The simple reading of the pasuk is that now that the work was all done, and the Mishkan [Tabernacle] was built exactly to specification. Moshe gave the people a blessing that the Shechina should now come down to the Mishkan and dwell therein. Why would they need a bracha for this? This is what they had been promised all along. It was part of the deal. The Ribono shel Olam guaranteed, “You build for Me a Mishkan, and My Presence will dwell therein!” [Shemos 25:8] So what is this blessing doing here after they did everything correctly? They had every reason to expect the Shechina now, without any new blessings!
I once saw an interpretation that the expression ‘May the Divine Presence dwell in the work of your hands’ means more than just that the Shechina would come down to the Mishkan. “Yehi Ratzon she’Tishreh Shechina b’ma’aseh yedeichem” means that the effect of the Mishkan — the effect of having the Ribono shel Olam in your midst — should turn all of your mundane acts into vessels for the Shechina.
“The work of your hands” is not referring only to the Mishkan, to the act of construction. Moshe’s blessing was that if you did this right and the Ribono shel Olamis going to dwell in your midst, consequently you will be different people. Your eating is going to be different, your sleeping is going to be different, your business is going to be different. Everything about you is going to be different because you are going to elevate yourselves.
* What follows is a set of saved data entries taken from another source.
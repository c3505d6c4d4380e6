import type { ReactElement, ReactNode } from 'react';
import { LogEnd } from '~/islands/drawing/LogEnd.tsx';
import { estimateLog } from '~/domain/timber/estimate.ts';
import { byRule, logRuleNames, type LogRule } from '~/domain/timber/log-rules.ts';
import type { ScaleSettings } from '~/domain/timber/log-scale.ts';
import type { LogGroup } from '~/domain/timber/logs-in-url.ts';
import { speciesOf } from '~/domain/timber/species.ts';
import { largeEndOrTaper } from '~/domain/timber/taper-and-bark.ts';
import { greenWeightWithBark } from '~/domain/timber/weight.ts';
import { countOf, sayFeet, sayInches, sayWeight, wholeNumber, type Units } from './words.ts';

export interface LogTableProps {
  readonly logs: readonly LogGroup[];
  readonly caption: string;
  readonly settings?: ScaleSettings;
  readonly units?: Units;
  /** Buttons or links of a row. */
  readonly action?: (index: number) => ReactNode;
}

const shownRules: readonly LogRule[] = ['internationalQuarter', 'scribnerDecimalC', 'doyle'];

const grossNote = (gross: number, net: number): ReactNode => (net === gross ? null : <span className="block text-xs text-ink-soft">{wholeNumber(gross)} gross</span>);

/** Logs with their scale by all three rules, net of defects, and their weight with bark: the same table wherever logs are listed. Draws on the server as well. */
export function LogTable({ logs, caption, settings = {}, units = 'us', action }: LogTableProps): ReactElement {
  const rows = logs.map((log) => {
    const species = speciesOf(log.species);
    const { boardFeet, netBoardFeet } = estimateLog(log, settings);
    return { log, species, boardFeet, netBoardFeet, weightLb: greenWeightWithBark(log, species) };
  });
  const frameIn = Math.max(0, ...logs.map((log) => log.smallEndIn)) * 1.15;
  const totals = byRule((rule) => rows.reduce((sum, row) => sum + row.netBoardFeet[rule] * row.log.count, 0));
  const weightLb = rows.reduce((sum, row) => sum + row.weightLb * row.log.count, 0);
  return (
    <table className="ruled fold keep-head">
      <caption>{caption}</caption>
      <thead>
        <tr>
          <th scope="col">Log</th>
          {shownRules.map((rule) => <th scope="col" className="num" key={rule}>{logRuleNames[rule]}, bf</th>)}
          <th scope="col" className="num">Green weight</th>
          {action && <th scope="col"><span className="sr-only">Change or remove</span></th>}
        </tr>
      </thead>
      <tbody>
        {rows.map(({ log, species, boardFeet, netBoardFeet, weightLb: each }, index) => (
          <tr key={`${index}-${log.species}`}>
            <th scope="row">
              <span className="flex items-center gap-3">
                <span className="w-12 shrink-0"><LogEnd smallEndIn={log.smallEndIn} seed={`${index}${log.species}`} frameIn={frameIn} sizePx={48} /></span>
                <span>
                  <span className="block font-semibold">{log.count > 1 && <span className="figure">{log.count} × </span>}{species.name}</span>
                  <span className="figure block text-sm text-ink-soft">
                    {sayInches(log.smallEndIn, units)} to {sayInches(largeEndOrTaper(log), units)}{log.largeEndIn === undefined ? ' (assumed)' : ''} × {sayFeet(log.lengthFt, units)}
                    {(log.defects?.length ?? 0) > 0 && ` · ${countOf(log.defects?.length ?? 0, 'defect')}`}
                  </span>
                </span>
              </span>
            </th>
            {shownRules.map((rule) => (
              <td className="num" data-label={logRuleNames[rule]} key={rule}>{wholeNumber(netBoardFeet[rule] * log.count)}{grossNote(boardFeet[rule] * log.count, netBoardFeet[rule] * log.count)}</td>
            ))}
            <td className="num" data-label="Weight">{sayWeight(each * log.count, units)}</td>
            {action && <td className="no-print">{action(index)}</td>}
          </tr>
        ))}
      </tbody>
      <tfoot>
        <tr>
          <th scope="row">{countOf(logs.reduce((sum, log) => sum + log.count, 0), 'log')} together</th>
          {shownRules.map((rule) => <td className="num" data-label={logRuleNames[rule]} key={rule}>{wholeNumber(totals[rule])}</td>)}
          <td className="num" data-label="Weight">{sayWeight(weightLb, units)}</td>
          {action && <td className="no-print" />}
        </tr>
      </tfoot>
    </table>
  );
}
This is the ultimate tachlis [purpose] of the Mishkan. “Yehi Ratzon she’Tishreh Shechina b’ma’aseh yedeichem” is the highest possible level of spirituality. “Elu chavivim Alai min ha’kol.
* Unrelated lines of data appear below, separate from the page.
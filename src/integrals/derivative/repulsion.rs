//! Gradient of the electron repulsion in a Hartree–Fock state.

use super::density::Densities;
use super::pairs::{Pair, PairClass, pair_classes};
use super::quartet::{BraPrimitive, KetSums, Places, Quartets, Work, places};
use crate::basis::Basis;
use crate::integrals::boys;
use crate::integrals::recurrence::hermite_count;
use crate::integrals::repulsion::lanes::{Four, dispatch};
use crate::integrals::repulsion::primitives::{field, run_primitives, scratch_len};
use nalgebra::{DMatrix, Vector3};
use rayon::prelude::*;

/// Number of partial gradients: fixed, so that the order of addition does not depend on threads.
const PARTS: usize = 192;
/// Ket primitives gathered before they are worked off.
const BATCH: usize = 128;

/// Settings of [`repulsion_gradient`].
#[derive(Debug, Clone, Copy, PartialEq)]
pub struct RepulsionGradientSettings {
    /// Primitive quartets whose contribution to any component is estimated to be smaller, in
    /// hartree/bohr, are left out. Default 1e-11: benzene's gradient then errs by less than 1e-10.
    pub threshold: f64,
}

impl Default for RepulsionGradientSettings {
    fn default() -> Self {
        Self { threshold: 1e-11 }
    }
}

/// A ket primitive waiting for its turn.
struct Waiting {
    pair: usize,
    primitive: usize,
    density: usize,
    largest: f64,
}

/// Buffers of one thread.
#[derive(Default)]
struct Buffers {
    work: Work,
    density: Vec<f64>,
    waiting: Vec<Waiting>,
    bra_fields: Vec<Four>,
    bra_values: Vec<f64>,
    bra_primitives: Vec<BraPrimitive>,
    bra_apart: [f64; 3],
    ket_fields: Vec<Four>,
    ket_values: Vec<Four>,
    ket_density: Vec<Four>,
    zeros: Vec<f64>,
    coulomb: Vec<Four>,
    scratch: Vec<Four>,
}

/// Gradient of the two-electron energy ½ Σ (P_ab P_cd − Σ_σ P^σ_ac P^σ_bd) (ab|cd) at fixed densities, in
/// hartree/bohr, one vector per centre of the basis.
///
/// `alpha` and `beta` are the one-particle densities of the two spins; when they are the same, the
/// cheaper closed-shell form is used. Functions up to g. The bits of the result do not depend on
/// the number of threads.
#[must_use]
pub fn repulsion_gradient(
    basis: &Basis,
    alpha: &DMatrix<f64>,
    beta: &DMatrix<f64>,
    settings: &RepulsionGradientSettings,
) -> Vec<Vector3<f64>> {
    let densities = Densities::new(basis, alpha, beta);
    let classes = pair_classes(basis);
    let job = Job {
        basis,
        densities: &densities,
        classes: &classes,
        threshold: settings.threshold,
        places: places(),
    };
    let bras: Vec<(usize, usize)> = classes
        .iter()
        .enumerate()
        .flat_map(|(c, class)| (0..class.pairs.len()).map(move |p| (c, p)))
        .collect();
    let parts: Vec<Vec<Vector3<f64>>> = (0..PARTS)
        .into_par_iter()
        .with_max_len(1)
        .map(|part| {
            let mut gradient = vec![Vector3::zeros(); basis.centres().len()];
            let mut buffers = Buffers::default();
            for &bra in bras.iter().skip(part).step_by(PARTS) {
                job.bra_pair(bra, &mut buffers, &mut gradient);
            }
            gradient
        })
        .collect();
    let mut gradient = vec![Vector3::zeros(); basis.centres().len()];
    for part in parts {
        for (sum, value) in gradient.iter_mut().zip(part) {
            *sum += value;
        }
    }
    gradient
}

/// What all shell pairs need.
struct Job<'a> {
    basis: &'a Basis,
    densities: &'a Densities,
    classes: &'a [PairClass],
    threshold: f64,
    places: &'static Places,
}

impl Job<'_> {
    /// Adds all quartets of one bra pair with ket pairs that do not come before it.
    fn bra_pair(
        &self,
        (class, place): (usize, usize),
        buffers: &mut Buffers,
        gradient: &mut [Vector3<f64>],
    ) {
        let bra_class = &self.classes[class];
        let bra = &bra_class.pairs[place];
        let strongest = bra_class.primitives[bra.primitives.start].weight;
        set_bra(bra_class, bra, buffers);
        let apart = self.basis.centre(bra.shells[0]) - self.basis.centre(bra.shells[1]);
        buffers.bra_apart = [apart[0], apart[1], apart[2]];
        let mut bra_gradient = [[Four::default(); 3]; 2];
        for (k, ket_class) in self.classes.iter().enumerate().skip(class) {
            let first = if k == class { place } else { 0 };
            for (i, ket) in ket_class.pairs.iter().enumerate().skip(first) {
                let [a, b] = bra.atoms;
                if a == b && ket.atoms == [a, a] {
                    continue;
                }
                let twice = |different: bool| if different { 2.0 } else { 1.0 };
                let weight = twice(bra.shells[0] != bra.shells[1])
                    * twice(ket.shells[0] != ket.shells[1])
                    * twice(k != class || i != place);
                let bound = weight * self.densities.bound(bra.shells, ket.shells);
                if bound * bra.weight * ket.weight < self.threshold {
                    continue;
                }
                let start = buffers.density.len();
                let largest = self.densities.two_particle(
                    self.basis,
                    bra.shells,
                    ket.shells,
                    weight,
                    &mut buffers.density,
                );
                for primitive in ket.primitives.clone() {
                    let ket_weight = ket_class.primitives[primitive].weight;
                    if ket_weight * strongest * largest < self.threshold {
                        break;
                    }
                    buffers.waiting.push(Waiting {
                        pair: i,
                        primitive,
                        density: start,
                        largest,
                    });
                }
                if buffers.waiting.len() >= BATCH {
                    self.work_off(bra_class, ket_class, buffers, &mut bra_gradient, gradient);
                }
            }
            self.work_off(bra_class, ket_class, buffers, &mut bra_gradient, gradient);
        }
        for (atom, sums) in bra.atoms.iter().zip(&bra_gradient) {
            for axis in 0..3 {
                gradient[*atom][axis] += sums[axis].0.iter().sum::<f64>();
            }
        }
    }

    /// Computes what waits, four primitives at a time.
    fn work_off(
        &self,
        bra: &PairClass,
        ket: &PairClass,
        buffers: &mut Buffers,
        bra_gradient: &mut [[Four; 3]; 2],
        gradient: &mut [Vector3<f64>],
    ) {
        let degree = bra.degree + ket.degree + 1;
        let boys = boys::table(degree);
        let Buffers {
            work,
            density,
            waiting,
            bra_fields,
            bra_values,
            bra_primitives,
            bra_apart,
            ket_fields,
            ket_values,
            ket_density,
            zeros,
            coulomb,
            scratch,
        } = buffers;
        coulomb.resize(
            hermite_count(degree) * bra_primitives.len(),
            Four::default(),
        );
        scratch.resize(scratch_len(degree, bra_primitives.len()), Four::default());
        ket_fields.resize(field::SCALARS, Four::default());
        ket_values.resize(ket.len(), Four::default());
        let size = bra.rows_count() * ket.rows_count();
        ket_density.resize(size, Four::default());
        zeros.resize(size, 0.0);
        for group in waiting.chunks(4) {
            // Empty lanes repeat the first primitive with no density at all.
            let of_lane = |lane: usize| group.get(lane).unwrap_or(&group[0]).primitive;
            let primitives = [0, 1, 2, 3].map(|lane| &ket.primitives[of_lane(lane)]);
            ket_fields[field::EXPONENT] = Four(primitives.map(|p| p.exponent));
            for axis in 0..3 {
                ket_fields[field::CENTRE + axis] = Four(primitives.map(|p| p.centre[axis]));
            }
            ket_fields[field::FACTOR] = Four([1.0; 4]);
            ket_fields[field::BOUND] = Four(primitives.map(|p| p.weight));
            interleave(
                [0, 1, 2, 3].map(|lane| ket.values_of(of_lane(lane))),
                ket_values,
            );
            let mut cut = Four([f64::INFINITY; 4]);
            let mut sources: [&[f64]; 4] = [zeros; 4];
            for (lane, one) in group.iter().enumerate() {
                cut.0[lane] = self.threshold / one.largest;
                sources[lane] = &density[one.density..one.density + size];
            }
            interleave(sources, ket_density);
            let done = run_primitives(
                degree,
                ket_fields,
                bra_fields,
                field::SCALARS,
                &cut,
                boys,
                coulomb,
                scratch,
            );
            let sums = dispatch(Quartets {
                places: self.places,
                bra,
                ket,
                primitives: &bra_primitives[..done],
                apart: *bra_apart,
                bra_values,
                ket_values,
                density: ket_density,
                coulomb,
                work,
                bra_gradient,
            });
            for (lane, one) in group.iter().enumerate() {
                let pair = &ket.pairs[one.pair];
                let (c, d) = ket_gradient(ket, one.primitive, &sums, lane);
                gradient[pair.atoms[0]] += c;
                gradient[pair.atoms[1]] += d;
            }
        }
        waiting.clear();
        density.clear();
    }
}
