//! The figures that show the electronic state along a curve: the audit, and what the density says.

use super::figures::axis;
use crate::job::{JobResult, LevelResult, PointResult};
use crate::plot::{AuditFigure, AuditLevel, Axis, DensityFigure, DensityTrace};
use crate::scan::FindingKind;
use crate::surface::PointRecord;

/// ⟨S²⟩, gap, overlap with the neighbour, stability and Fock builds over the sweep (along the walk of a surface).
pub(super) fn audit(result: &JobResult) -> AuditFigure {
    let curve = result.sweeps.len() == 1;
    AuditFigure {
        title: format!("{}: audit", result.title),
        notes: Vec::new(),
        sweep: if curve {
            axis(result, 0)
        } else {
            Axis::new("Number of the point", "")
        },
        energy_unit: "hartree".to_owned(),
        levels: result
            .levels
            .iter()
            .map(|level| audit_level(level, curve))
            .collect(),
    }
}

fn audit_level(level: &LevelResult, curve: bool) -> AuditLevel {
    let points = &level.points;
    let of = |value: &dyn Fn(&PointRecord) -> Option<f64>| -> Vec<Option<f64>> {
        points
            .iter()
            .map(|p| p.record.energy.and_then(|_| value(&p.record)))
            .collect()
    };
    let where_is = |test: &dyn Fn(&PointResult) -> bool| -> Vec<usize> {
        (0..points.len()).filter(|&k| test(&points[k])).collect()
    };
    AuditLevel {
        name: level.name.clone(),
        x: points
            .iter()
            .map(|p| if curve { p.values[0] } else { p.point as f64 })
            .collect(),
        s_squared: of(&|r| Some(r.s_squared)),
        s_squared_pure: None,
        gap: of(&|r| Some(r.lumo? - r.homo?)),
        overlap: points
            .iter()
            .map(|p| overlap_with_previous(level, p.point))
            .collect(),
        stability: of(&|r| {
            let stability = r.stability?;
            Some(
                stability
                    .triplet
                    .map_or(stability.internal, |t| t.min(stability.internal)),
            )
        }),
        fock_builds: of(&|r| Some(r.fock_builds as f64)),
        failed: where_is(&|p| p.record.energy.is_none()),
        breaks: breaks(level),
        findings: where_is(&|p| {
            p.record.energy.is_some() && p.findings.iter().any(|f| f.is_ringed())
        }),
    }
}

/// The smaller cosine, over the spins, between the occupied spaces of a point and the one before it.
fn overlap_with_previous(level: &LevelResult, point: usize) -> Option<f64> {
    let before = point.checked_sub(1)?;
    let pair = level
        .likeness
        .iter()
        .find(|l| l.points == [before, point])?;
    Some(pair.cosines[0].min(pair.cosines[1]))
}

/// Places in the list of points that no line joins to the point before: the state changes between.
pub(super) fn breaks(level: &LevelResult) -> Vec<usize> {
    let jumps = level
        .findings
        .iter()
        .filter(|f| f.kind == FindingKind::StateJump);
    let later: Vec<usize> = jumps
        .filter_map(|f| f.points.iter().max().copied())
        .collect();
    (0..level.points.len())
        .filter(|&k| later.contains(&level.points[k].point))
        .collect()
}

/// Charges, spin populations and bond orders of one level over the sweep.
pub(super) fn density(result: &JobResult, level: &LevelResult) -> DensityFigure {
    let of_atoms = |values: &dyn Fn(&PointRecord) -> &[f64]| -> Vec<DensityTrace> {
        (0..result.labels.len())
            .map(|atom| DensityTrace {
                name: result.labels[atom].clone(),
                points: trace(level, &|r| values(r).get(atom).copied()),
            })
            .collect()
    };
    let polarised = level
        .points
        .iter()
        .any(|p| p.record.spins_loewdin.iter().any(|s| s.abs() > 1e-6));
    DensityFigure {
        title: format!("{}: density", result.title),
        notes: vec![level.name.clone()],
        sweep: axis(result, 0),
        charge_axis: Axis::new("Löwdin charge", "e"),
        charges: of_atoms(&|r| &r.charges_loewdin),
        spin_axis: Axis::new("Löwdin spin population", ""),
        spin_populations: if polarised {
            of_atoms(&|r| &r.spins_loewdin)
        } else {
            Vec::new()
        },
        bond_order_axis: Axis::new("Mayer bond order", ""),
        bond_orders: bond_orders(result, level),
        failed: level
            .points
            .iter()
            .filter(|p| p.record.energy.is_none())
            .map(|p| p.values[0])
            .collect(),
    }
}

/// A bond order below this everywhere is not drawn.
const NO_BOND: f64 = 0.1;

fn bond_orders(result: &JobResult, level: &LevelResult) -> Vec<DensityTrace> {
    let atoms = result.labels.len();
    let mut traces = Vec::new();
    for i in 0..atoms {
        for j in i + 1..atoms {
            let order = |r: &PointRecord| {
                r.bond_orders
                    .iter()
                    .find(|&&(a, b, _)| (a, b) == (i, j))
                    .map(|&(_, _, order)| order)
            };
            let points = trace(level, &order);
            if points
                .iter()
                .any(|(_, value)| value.is_some_and(|v| v > NO_BOND))
            {
                let name = format!("{}–{}", result.labels[i], result.labels[j]);
                traces.push(DensityTrace { name, points });
            }
        }
    }
    traces
}

fn trace(
    level: &LevelResult,
    value: &dyn Fn(&PointRecord) -> Option<f64>,
) -> Vec<(f64, Option<f64>)> {
    let point = |p: &PointResult| (p.values[0], p.record.energy.and_then(|_| value(&p.record)));
    level.points.iter().map(point).collect()
}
If you can take a mirror, if you can take makeup, if you can beautify yourselves and that becomes a mitzvah — and that becomes “G-d’s most treasured contribution” — that is because this is what Yiddishkeit is all about. “You shall be a holy people to me” [anshei kodesh…]. I want you to be human beings, but holy human beings. You should become different through your work and contributions towards establishing the Mishkan.
Rav Shimshon Raphael Hirsch says that in Sefer Vayikra, which we are about to start next week, the first Korban [sacrifice] mentioned is the burnt offering (Korban Olah). The unique feature of the Olah offering is that it was Kulah l’Hashem — it is entirely burnt as an offering to G-d. At the end of Sefer Vayikra, the last Korban mentioned is ma’aser be’heimah [animal tithe]. This is a form of Peace Offering [Korban Shlomim]. It is almost entirely consumed by those who bring it.
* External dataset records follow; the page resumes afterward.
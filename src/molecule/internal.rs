//! Internal coordinates: values and first derivatives of bonds, angles and dihedrals.
//!
//! The derivative of an internal coordinate by the Cartesian positions is a row of Wilson's B matrix:
//! E. B. Wilson, J. C. Decius, P. C. Cross, *Molecular Vibrations*, McGraw-Hill, 1955, chapter 4.

use super::Atom;
use super::frame::{COLLINEAR_SINE, bending_direction, sine_between};
use crate::units::{ANGSTROM_PER_BOHR, RADIAN_PER_DEGREE};
use nalgebra::Vector3;
use std::f64::consts::PI;

/// One internal coordinate, as indices of atoms.
#[derive(Debug, Clone, Copy, PartialEq, Eq, Hash, serde::Serialize, serde::Deserialize)]
pub enum Coordinate {
    /// Distance between two atoms, bonded or not.
    Bond([usize; 2]),
    /// Angle at the second atom.
    Angle([usize; 3]),
    /// Dihedral about the axis from the second to the third atom: positive when, looking along the axis,
    /// the fourth atom is clockwise from the first (W. Klyne, V. Prelog, Experientia 16, 521 (1960)).
    Dihedral([usize; 4]),
}

/// Why a coordinate means nothing; atoms are indices.
#[derive(Debug, Clone, Copy, PartialEq, thiserror::Error)]
pub enum CoordinateError {
    /// One atom stands twice.
    #[error("a {kind} needs different atoms, but atom number {} stands twice in it", atom + 1)]
    Repeated {
        /// `bond`, `angle` or `dihedral`
        kind: &'static str,
        /// index of the atom
        atom: usize,
    },
    /// There is no such atom.
    #[error("there is no atom number {} among {atoms} atoms", atom + 1)]
    NoSuchAtom {
        /// index asked for
        atom: usize,
        /// how many atoms there are
        atoms: usize,
    },
    /// Two atoms that should span a direction are on one spot.
    #[error("atoms number {} and {} are on one spot, so the {kind} is undefined", .atoms[0] + 1, .atoms[1] + 1)]
    Coincident {
        /// `bond`, `angle` or `dihedral`
        kind: &'static str,
        /// indices of the two atoms
        atoms: [usize; 2],
    },
    /// Three neighbouring atoms of a dihedral are on one line.
    #[error(
        "atoms number {}, {} and {} are on one line, so the dihedral through them is undefined",
        .atoms[0] + 1, .atoms[1] + 1, .atoms[2] + 1
    )]
    Collinear {
        /// indices of the three atoms
        atoms: [usize; 3],
    },
}

/// Two atoms nearer than this (bohr) span no direction.
const COINCIDENT_BOHR: f64 = 1e-8;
In other words, the Toras Kohanim, the Book of the Law for the Priests (i.e., Vayikra), begins with an offering that goes entirely to G-d, but ultimately — at the end of Vayikra — the Torah demonstrates that it is possible to take something that is a Korban — Kodoshim Kalim — and enjoy it. We are supposed to eat it; we are supposed to take enjoyment from our consumption of this holy offering. It primarily belongs to the owners, and they are supposed to enjoy eating it as a spiritual experience.
That is what the Mishkan is all about, and that is what Toras Kohanim is all about. This is what having a Beis HaMikdash is all about. It is about giving us the capacity to elevate out handiwork, to elevate our lives above the mundane. We are charged with taking the profane and making it holy. We take the mirrors and make a Kiddush Hashem with them. We take Chutzpah, and use it for the Sake of Heaven. We take our possessions and our professions and make with them things which are holy. This is the blessing of “Yehi Ratzon she’Tishreh Shechina b’ma’aseh yedeichem“.